A tendency towards hedonistic pragmatism can nevertheless reveal an anguished search for faith and for meaning. A first novel by Toronto poet Anne Michaels, Fugitive Pieces (1996), which beat Margaret Atwood's Alias Grace to win the 1997 Orange Prize, is a long poetic evocation of the loss left by the Holocaust and of the attempt to heal the loss through love. Michaels imagines herself into the body and mind of a child hidden during the Holocaust on a Greek island: Jakob Beer searches for a language which is not a language of denial and of destruction in order to give name and therefore existence to his lost sister, Bella. Jakob does this in poetry and in English, which is a neutral language never occupied, a nowhere from which to return and dig the archeology literally destroyed by the Nazis of the peat bogs of his native Biskupin. For Jakob as for Seamus Heaney excavating the peat-bog of his native Ireland in his well-known poem, "Digging," the pen is a stubborn witness to roots.
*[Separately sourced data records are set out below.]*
import type { CellContent } from '@stillroom/shared/document';
import type { CellKind } from '@stillroom/shared/cells';

/** Word of the series a kind is numbered in; kinds without one bear no number. */
const series: Partial<Record<CellKind, string>> = {
  network: 'Scheme',
  structure: 'Structure',
  balance: 'Balance',
  trajectory: 'Figure',
  plot: 'Figure',
  claim: 'Claim',
};

/** "Scheme 1", "Figure 2" … by cell id, in document order. */
export function numberCells(cells: readonly Pick<CellContent, 'id' | 'kind'>[]): ReadonlyMap<string, string> {
  const counts = new Map<string, number>();
  const numbers = new Map<string, string>();
  for (const { id, kind } of cells) {
    const word = series[kind];
    if (word === undefined) continue;
    const count = (counts.get(word) ?? 0) + 1;
    counts.set(word, count);
    numbers.set(id, `${word} ${count}`);
  }
  return numbers;
}

/** The first Markdown heading of a prose text, or its first words. */
export function headingOf(text: string): string {
  const heading = /^\s{0,3}#{1,6}\s+(.+?)\s*#*\s*$/mu.exec(text)?.[1];
  if (heading !== undefined) return heading.replaceAll(/[*_`]/gu, '');
  const first = text
    .split('\n')
    .find((line) => line.trim() !== '')
    ?.trim();
  if (first === undefined) return 'Empty prose';
  return first.length > 40 ? `${first.slice(0, 38).trimEnd()}…` : first;
}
Jakob Beer is rescued out of that archeological quagmire and smuggled by his rescuer Athos Roussos to his Greek homeland under his greatcoat. The rescue effects a rescue of memory and of self, not just for the Jewish child but also for his rescuer. Like other hidden children, Jakob must grow up unable and indeed forbidden to say who he is, while the Jews on the island are rounded up and taken away. The construction of identity must be achieved from a vacuum, from a void of knowledge and memory, which must be discovered through an exploration of imagined time and space. In a sense Jacob's rescuer gives birth to him from under his coat: in nurturing him through love he finds peace for himself, and they "carry" each other through the war to postwar Canada, where Athos finds a job in a university geography department.
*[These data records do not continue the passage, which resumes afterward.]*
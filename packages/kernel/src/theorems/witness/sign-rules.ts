import type { MinorPair, Witness } from '@stillroom/shared/cells';
import type { Rational } from '../../exact/index.ts';
import { add, divide, equals, isZero, multiply, negate, ONE, sign, ZERO } from '../../exact/index.ts';
import type { Amounts, PlainNetwork } from './plain-network.ts';
import { changeOf, components, deficiencyOf } from './plain-network.ts';
import { exactOf, fluxVector, speciesVector } from './reading.ts';
import type { Evidence } from './rules.ts';
import { leavesSpeciesUnchanged, liesInClass } from './vector-rules.ts';

/** Determinants worked out again; a "no" needs two products of opposite sign, or a pattern of signs. */
export function oneSign(evidence: Evidence): string | null {
  const { plain, holds, witness, verdict } = evidence;
  if (witness === undefined) return null;
  if (witness.kind === 'vector') return holds ? 'a pattern cannot show this.' : discordant(evidence, verdict);
  if (witness.kind !== 'minors') return 'the products are missing.';
  const signs = witness.pairs.map((pair) => checkedSign(plain, pair));
  const complaint = signs.find((value) => typeof value === 'string');
  if (typeof complaint === 'string') return complaint;
  if (holds)
    return signs.length > 0 && signs.every((value) => value === signs[0]) ? null : 'the signs differ.';
  return signs.includes(1) && signs.includes(-1) ? null : 'the products have one sign.';
}

function checkedSign(plain: PlainNetwork, pair: MinorPair): 1 | -1 | string {
  const size = plain.complexes.length - components(plain).length - deficiencyOf(plain, components(plain));
  if (pair.species.length !== size || pair.reactions.length !== size)
    return `a pair needs ${size} species and reactions.`;
  const reactions = pair.reactions.map((index) => plain.reactions[index]!);
  const n = determinant(
    pair.species.map((name) => reactions.map((reaction) => changeOf(plain, reaction).get(name) ?? ZERO)),
  );
  const b = determinant(
    reactions.map(({ from }) => pair.species.map((name) => plain.complexes[from]!.get(name) ?? ZERO)),
  );
  const fractions = plain.complexes.some((complex) =>
    [...complex.values()].some(({ denominator }) => denominator !== 1n),
  );
  if (!fractions && (!equals(n, exactOf(pair.stoichiometric)) || !equals(b, exactOf(pair.reactant)))) {
    return 'a determinant has another value.';
  }
  const product = sign(n) * sign(b);
  return product === 0 ? 'a product is zero.' : product > 0 ? 1 : -1;
}

function determinant(matrix: Rational[][]): Rational {
  let value = ONE;
  for (let k = 0; k < matrix.length; k++) {
    const chosen = matrix.findIndex((row, i) => i >= k && !isZero(row[k]!));
    if (chosen < 0) return ZERO;
    if (chosen !== k) {
      [matrix[chosen], matrix[k]] = [matrix[k]!, matrix[chosen]!];
      value = negate(value);
    }
    const pivotRow = matrix[k]!;
    value = multiply(value, pivotRow[k]!);
    for (let i = k + 1; i < matrix.length; i++) {
      const factor = negate(divide(matrix[i]![k]!, pivotRow[k]!));
      matrix[i] = matrix[i]!.map((entry, j) => add(entry, multiply(factor, pivotRow[j]!)));
    }
  }
  return value;
}

/** A "no" shows a change of the species and one of the rates with compatible signs; a "yes" stands on the search alone. */
export function concordant(evidence: Evidence): string | null {
  return evidence.holds ? null : discordant(evidence, evidence.verdict);
}

/** Checks the pair of vectors that two hypotheses of the verdict carry between them. */
function discordant({ plain }: Evidence, verdict: Evidence['verdict']): string | null {
  const vectors = verdict.hypotheses.flatMap(({ witness }): Witness[] =>
    witness?.kind === 'vector' ? [witness] : [],
  );
  const change = speciesVector(
    vectors.find((vector) => vector.kind === 'vector' && vector.of === 'laws'),
    plain,
  );
  const given = fluxVector(
    vectors.find((vector) => vector.kind === 'vector' && vector.of === 'fluxes'),
    plain,
  );
  if (change.size === 0) return 'the change of the species is zero.';
  if (!liesInClass(plain, change)) return 'the change of the species leaves its class.';
  if (!leavesSpeciesUnchanged(plain, given)) return 'the change of the rates changes a species.';
  return compatible(plain, change, given);
}

function compatible(
  plain: PlainNetwork,
  change: Amounts,
  flux: ReadonlyMap<number, Rational>,
): string | null {
  const seen = new Set<string>();
  for (const [index, reaction] of plain.reactions.entries()) {
    const key = `${reaction.from} ${reaction.to}`;
    if (seen.has(key)) continue;
    seen.add(key);
    const signs = [...plain.complexes[reaction.from]!.keys()].map((name) => sign(change.get(name) ?? ZERO));
    const rate = sign(flux.get(index) ?? ZERO);
    const mixed = signs.includes(1) && signs.includes(-1);
    if (rate === 0 ? !mixed && signs.some((value) => value !== 0) : !signs.includes(rate)) {
      return `the signs do not fit at reaction ${index}.`;
    }
  }
  return null;
}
Archeology and geology are the sustaining metaphors and historical analogies of the narrative, just as they are the sustaining interest of Jakob's rescuer. Athos recalls the demigod of pre-Nazi European humanism rooted in Greek classicism and Greek landscape; his is a Hellenism far more real than the Hebrew tradition which is learnt from translations pulled down from a bookshelf. The Rousseauesque (or in this case Roussosesque) philosophy and wisdom which Athos passes on to his protege, a lesson of ardent passion for man and nature, drives Jakob in his own poetry and in his love for Michaela, another alter-ego of Michaels. In a succession of narrative loops, this poetry and passion touch Ben, a child of survivors, for whom it is an outlet for the silence of his own Holocaust survivor parents, as well as a working through of the survivors' syndrome. That is imprinted on his psyche through transference of constant anxiety and denial of the past, as well as a working through of resentment at having been designated the role of memorial candle for the child who did not survive (Ben is in fact not a name but Hebrew for a son, as if naming was to tempt fate, and not naming is an act of denial of loss).
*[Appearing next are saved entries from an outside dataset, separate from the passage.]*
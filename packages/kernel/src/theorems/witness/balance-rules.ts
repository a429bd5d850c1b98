import type { Rational } from '../../exact/index.ts';
import {
  clearDenominators,
  compare,
  divide,
  matrixOfRows,
  multiply,
  ONE,
  power,
  rightNullspace,
  subtract,
  ZERO,
} from '../../exact/index.ts';
import type { PlainNetwork } from './plain-network.ts';
import { arrowRates, changeOf, components, leadsTo } from './plain-network.ts';
import { exactOf } from './reading.ts';
import type { Evidence, Finding } from './evidence.ts';
import { Unconfirmed } from './evidence.ts';

/** The two numbers agree as the hypothesis says, and all conditions together amount to complex balance. */
export function complexCondition(evidence: Evidence): Finding {
  return sidesAgree(evidence) ?? together(evidence, isComplexBalanced(evidence.plain));
}

/** The same for detailed balance. */
export function detailedCondition(evidence: Evidence): Finding {
  return sidesAgree(evidence) ?? together(evidence, isDetailedBalanced(evidence.plain));
}

/** Complex balance worked out afresh; for all constants it needs deficiency zero, which is then implied. */
export function complexBalanced({ plain, holds }: Evidence): Finding {
  const answer = isComplexBalanced(plain);
  if (answer === null) return TOO_HIGH;
  return answer === holds ? null : 'the constants say the opposite.';
}

const TOO_HIGH = new Unconfirmed('powers are too high, or constants unknown, to multiply out.');

function sidesAgree({ witness, holds }: Evidence): string | null {
  if (witness === undefined) return null;
  if (witness.kind !== 'number') return 'the two sides are missing.';
  const equal = compare(exactOf(witness.left), exactOf(witness.right)) === 0;
  return equal === holds ? null : 'the two sides say the opposite.';
}

function together({ verdict, hypothesis }: Evidence, balanced: boolean | null): Finding {
  const own = verdict.hypotheses.filter(({ claim }) => claim === hypothesis.claim);
  if (balanced === null) return TOO_HIGH;
  return balanced === own.every(({ holds }) => holds === true)
    ? null
    : 'all conditions together say the opposite.';
}

/** Whether the constants are complex balanced; null where they are not all known or powers are too high to multiply out. */
export function isComplexBalanced(plain: PlainNetwork): boolean | null {
  if (plain.reactions.some(({ from, to }) => !leadsTo(plain, to, from))) return false;
  const groups = components(plain);
  const rows = plain.species.map((name) => plain.complexes.map((complex) => complex.get(name) ?? ZERO));
  for (const group of groups) rows.push(plain.complexes.map((_, y) => (group.includes(y) ? ONE : ZERO)));
  const relations = nullspace(rows, plain.complexes.length);
  if (relations.length === 0) return true;
  const rates = arrowRates(plain);
  if (rates === null) return null;
  return allProductsOne(relations, treeConstants(plain, rates));
}

/** A positive kernel vector of the Laplacian of every component, by complex. */
export function treeConstants(plain: PlainNetwork, rates: ReadonlyMap<string, Rational>): Rational[] {
  const trees = plain.complexes.map(() => ONE);
  for (const group of components(plain)) {
    const matrix = group.map((row) =>
      group.map((column) =>
        row === column
          ? group.reduce((sum, other) => subtract(sum, rates.get(`${column} ${other}`) ?? ZERO), ZERO)
          : (rates.get(`${column} ${row}`) ?? ZERO),
      ),
    );
    nullspace(matrix, group.length)[0]?.forEach(
      (value, i) => (trees[group[i]!] = { numerator: value, denominator: 1n }),
    );
  }
  return trees;
}

/** Whether the constants are detailed balanced; null as above. */
export function isDetailedBalanced(plain: PlainNetwork): boolean | null {
  const rates = arrowRates(plain);
  const keys = [...new Set(plain.reactions.map(({ from, to }) => `${from} ${to}`))];
  const reversed = (key: string): string => key.split(' ').reverse().join(' ');
  if (keys.some((key) => !keys.includes(reversed(key)))) return false;
  const pairs = keys.filter((key, i) => keys.indexOf(reversed(key)) > i);
  const changes = pairs.map((key) => {
    const [from, to] = key.split(' ').map(Number);
    return changeOf(plain, { from: from!, to: to! });
  });
  const relations = nullspace(
    plain.species.map((name) => changes.map((change) => change.get(name) ?? ZERO)),
    pairs.length,
  );
  if (relations.length === 0) return true;
  return (
    rates &&
    allProductsOne(
      relations,
      pairs.map((key) => divide(rates.get(key)!, rates.get(reversed(key))!)),
    )
  );
}

/** An integer basis of the vectors that rational rows send to zero. */
export function nullspace(rows: readonly (readonly Rational[])[], columns: number): bigint[][] {
  return rightNullspace(
    matrixOfRows(
      rows.map((row) => clearDenominators(row).integers),
      columns,
    ),
  );
}

/** Exponents up to which powers are multiplied out. */
const HIGHEST_POWER = 400n;

function allProductsOne(
  relations: readonly (readonly bigint[])[],
  bases: readonly Rational[],
): boolean | null {
  if (
    relations.some((relation) =>
      relation.some((exponent) => exponent > HIGHEST_POWER || exponent < -HIGHEST_POWER),
    )
  )
    return null;
  return relations.every((relation) => {
    const product = relation.reduce(
      (value, exponent, i) => multiply(value, power(bases[i]!, Number(exponent))),
      ONE,
    );
    return compare(product, ONE) === 0;
  });
}
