import type { Expression } from '@stillroom/shared/expression';
import { exactValue } from '@stillroom/shared/expression';
import type { Rational } from '../../exact/index.ts';
import { add, isZero, multiply, negate, ONE, rational, sign, ZERO } from '../../exact/index.ts';
import type { Evidence, Finding } from './evidence.ts';
import { Unconfirmed } from './evidence.ts';

/**
 * Laws that are not mass action, read again as quotients of polynomials in species and constants, all constants being
 * positive unknowns. Positive exactly when all reactants are present: no coefficient of the numerator is negative, every
 * term has all reactants, one has nothing else that moves, and the denominator is positive where nothing is present.
 */
export function positiveWithReactants(evidence: Evidence): Finding {
  return everyLaw(evidence, (law) => vanishesRightly(law));
}

/** Besides, it depends on its reactants only and no derivative has a negative coefficient in its numerator. */
export function growsWithReactants(evidence: Evidence): Finding {
  return everyLaw(evidence, (law) => vanishesRightly(law) && derivatives(law).every(({ falls }) => !falls));
}

/** Besides, no derivative after a reactant vanishes. */
export function risesWithReactants(evidence: Evidence): Finding {
  return everyLaw(
    evidence,
    (law) => vanishesRightly(law) && derivatives(law).every(({ falls, rises }) => !falls && rises),
  );
}

interface Law {
  readonly fraction: Fraction;
  readonly reactants: readonly string[];
  /** Names that move: species that are not held constant. */
  readonly moving: ReadonlySet<string>;
}

function everyLaw({ network, plain, holds }: Evidence, confirms: (law: Law) => boolean): Finding {
  const untouched = network.events.length === 0 && network.rateRules.size === 0;
  if (holds !== untouched) return 'an event or an equation of its own changes a species.';
  if (!holds) return null;
  const moving = new Set(plain.species);
  const outputs = new Set(network.outputs.map(({ name }) => name));
  for (const { from, source, massAction } of plain.reactions) {
    if (massAction) continue;
    const written = network.laws[network.reactions.law[source]!]!;
    const fraction = written.net ? null : fractionOf(written.expression);
    const names = fraction === null ? [] : namesOf(fraction);
    if (fraction === null || names.some((name) => name === 't' || outputs.has(name)))
      return new Unconfirmed('a law is not a quotient of polynomials.');
    const law = { fraction, reactants: [...plain.complexes[from]!.keys()], moving };
    if (!confirms(law)) return new Unconfirmed('the coefficients of a law do not show it.');
  }
  return null;
}

function vanishesRightly({ fraction: { above, below }, reactants, moving }: Law): boolean {
  const positive = (p: Polynomial): boolean =>
    p.size > 0 && [...p.values()].every((value) => sign(value) > 0);
  const present = (term: string): string[] => variablesOf(term).filter((name) => moving.has(name));
  return (
    positive(above) &&
    positive(below) &&
    [...above.keys()].every((term) => reactants.every((name) => present(term).includes(name))) &&
    [...above.keys()].some((term) => present(term).every((name) => reactants.includes(name))) &&
    [...below.keys()].some((term) => present(term).length === 0)
  );
}

/** For each name that moves: the sign of the numerator P'Q − PQ'; anything but a reactant counts as falling. */
function derivatives({
  fraction: { above, below },
  reactants,
  moving,
}: Law): { falls: boolean; rises: boolean }[] {
  const names = new Set([...reactants, ...namesOf({ above, below }).filter((name) => moving.has(name))]);
  return [...names].map((name) => {
    const numerator = minus(times(derivative(above, name), below), times(above, derivative(below, name)));
    const values = [...numerator.values()];
    return {
      falls: !reactants.includes(name) || values.some((value) => sign(value) < 0),
      rises: values.length > 0,
    };
  });
}

/** The degree of numerator minus that of the denominator in one name; null where the expression is no such quotient. */
export function growthDegree(expression: Expression, name: string): number | null {
  const fraction = fractionOf(expression);
  const highest = (p: Polynomial): number =>
    Math.max(...[...p.keys()].map((term) => powersOf(term).get(name) ?? 0));
  return fraction && highest(fraction.above) - highest(fraction.below);
}

/** Coefficients by term; a term is "A^2 K^1", names ascending; zeros are absent. */
type Polynomial = ReadonlyMap<string, Rational>;

interface Fraction {
  readonly above: Polynomial;
  readonly below: Polynomial;
}

const MOST_TERMS = 400;

function fractionOf(expression: Expression): Fraction | null {
  const value = exactValue(expression, () => null);
  if (value !== null) return { above: constant(value), below: constant(ONE) };
  switch (expression.kind) {
    case 'name':
      return { above: new Map([[`${expression.name}^1`, ONE]]), below: constant(ONE) };
    case 'negate': {
      const of = fractionOf(expression.of);
      return of && { ...of, above: minus(new Map(), of.above) };
    }
    case 'binary':
      return binary(expression);
    case 'call': {
      const [x, half, power] = expression.arguments;
      if (expression.name !== 'hill' || power?.kind !== 'number' || x === undefined || half === undefined)
        return null;
      const raised = powerOf(fractionOf(x), power.value);
      const other = powerOf(fractionOf(half), power.value);
      return raised && other && over(raised, plus(other, raised));
    }
    default:
      return null;
  }
}

function binary(expression: Extract<Expression, { kind: 'binary' }>): Fraction | null {
  const left = fractionOf(expression.left);
  if (expression.operator === '^') {
    const power = exactValue(expression.right, () => null);
    return power === null || power.denominator !== 1n ? null : powerOf(left, Number(power.numerator));
  }
  const right = fractionOf(expression.right);
  if (left === null || right === null) return null;
  switch (expression.operator) {
    case '+':
      return plus(left, right);
    case '-':
      return plus(left, { ...right, above: minus(new Map(), right.above) });
    case '*':
      return small({ above: times(left.above, right.above), below: times(left.below, right.below) });
    case '/':
      return over(left, right);
    default:
      return null;
  }
}

function plus(a: Fraction, b: Fraction): Fraction | null {
  const same = keyOf(a.below) === keyOf(b.below);
  return small(
    same
      ? { above: sum(a.above, b.above, ONE), below: a.below }
      : {
          above: sum(times(a.above, b.below), times(b.above, a.below), ONE),
          below: times(a.below, b.below),
        },
  );
}

function over(a: Fraction, b: Fraction | null): Fraction | null {
  if (b === null || b.above.size === 0) return null;
  return small({ above: times(a.above, b.below), below: times(a.below, b.above) });
}

function powerOf(base: Fraction | null, power: number): Fraction | null {
  if (base === null || !Number.isInteger(power) || power < 0 || power > 20) return null;
  let result: Fraction | null = { above: constant(ONE), below: constant(ONE) };
  for (let k = 0; k < power && result !== null; k++)
    result = small({ above: times(result.above, base.above), below: times(result.below, base.below) });
  return result;
}

function small(fraction: Fraction): Fraction | null {
  return fraction.above.size + fraction.below.size <= MOST_TERMS ? fraction : null;
}

function constant(value: Rational): Polynomial {
  return isZero(value) ? new Map() : new Map([['', value]]);
}

function sum(a: Polynomial, b: Polynomial, factor: Rational): Polynomial {
  const result = new Map(a);
  for (const [term, value] of b) {
    const total = add(result.get(term) ?? ZERO, multiply(factor, value));
    if (isZero(total)) result.delete(term);
    else result.set(term, total);
  }
  return result;
}

function minus(a: Polynomial, b: Polynomial): Polynomial {
  return sum(a, b, negate(ONE));
}

function times(a: Polynomial, b: Polynomial): Polynomial {
  let result: Polynomial = new Map();
  for (const [term, value] of a) {
    const row = new Map(
      [...b].map(([other, factor]) => [joined(term, other), multiply(value, factor)] as const),
    );
    result = sum(result, row, ONE);
  }
  return result;
}

function powersOf(term: string): Map<string, number> {
  return new Map(
    term
      .split(' ')
      .filter((part) => part !== '')
      .map((part): [string, number] => {
        const at = part.lastIndexOf('^');
        return [part.slice(0, at), Number(part.slice(at + 1))];
      }),
  );
}

function termOf(powers: ReadonlyMap<string, number>): string {
  return [...powers]
    .filter(([, power]) => power > 0)
    .sort(([a], [b]) => (a < b ? -1 : 1))
    .map(([name, power]) => `${name}^${power}`)
    .join(' ');
}

function joined(a: string, b: string): string {
  const powers = powersOf(a);
  for (const [name, power] of powersOf(b)) powers.set(name, (powers.get(name) ?? 0) + power);
  return termOf(powers);
}

function derivative(p: Polynomial, name: string): Polynomial {
  let result: Polynomial = new Map();
  for (const [term, value] of p) {
    const powers = powersOf(term);
    const power = powers.get(name) ?? 0;
    if (power === 0) continue;
    powers.set(name, power - 1);
    result = sum(result, new Map([[termOf(powers), multiply(value, rational(BigInt(power)))]]), ONE);
  }
  return result;
}

function variablesOf(term: string): string[] {
  return [...powersOf(term).keys()];
}

function namesOf({ above, below }: Fraction): string[] {
  return [...new Set([...above.keys(), ...below.keys()].flatMap(variablesOf))];
}

function keyOf(p: Polynomial): string {
  return [...p]
    .map(([term, { numerator, denominator }]) => `${term}:${numerator}/${denominator}`)
    .sort()
    .join();
}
Michaels writes with an intensely sensuous and seductive passion. Her women are vehicles of that passion, though never fully given life beyond their dimension of male desire. They are also vehicles of transmission, whether as daughter-in-laws who are entrusted with the secrets of the kitchen, or biologically as potential mothers. The autobiographical sign of the author's signature is a fugitive one, which looks to love for the expression of humanity capable of surviving the cataclysmic catastrophes which have overcome humankind since time immemorial. Michaels has said of Jakob that he "needs to come to terms with the past, to remember and honor the dead before he can truly love those who are alive, and embrace the redemption of love."(14) Writing restores time and space to the lost Jews who vanished in Polish mud; it resists the denial of history, which, like the prehistoric valley in which Toronto is built, buries its relics just below the surface: "Redemption through cataclysm; what had once been transformed might be transformed again."(15)

Jewish identity, insists Anne Michaels' narrator, is possible without faith and religion, reminding us of the American scholar Walter Berm Michaels' definition of Jewishness as a "deconstructive performative" that does not depend on race or nation in the consanguinity of victimhood.(16) For Anne Michaels faith is defined by absence, as is the candle-light by the surrounding darkness, the existence of God confirmed by His hiding, a cabalistic notion expressed in aphorisms more reminiscent of Dostoevsky, rendered poetically in the style of Boris Pasternak and Anna Akhmatova, than the Chasidic masters retold by Martin Buber or Elie Wiesel. It is a hope for memory and for a future, yet it remains a solitary hope that appeals to a belief (apparently discredited by postmodernism) in a morality based on love and learning (not necessarily the same as knowledge and understanding) as the only way of connecting with a history in which the individual is powerless in the face of horror and violence. It is as if remembering was an act of moral vigilance, as if "doing good" on behalf of the dead guaranteed what Athos calls their "moral progress." True, there is a Jewish practice of doing good deeds "on behalf" of the deceased, so that what they cannot accomplish should be reckoned to their credit, but here "doing good" amounts to little more than being "good," with all the ambiguity of the term and devoid of any reference to repairing the world or reaching out beyond intimacy to a larger community of faith or nation.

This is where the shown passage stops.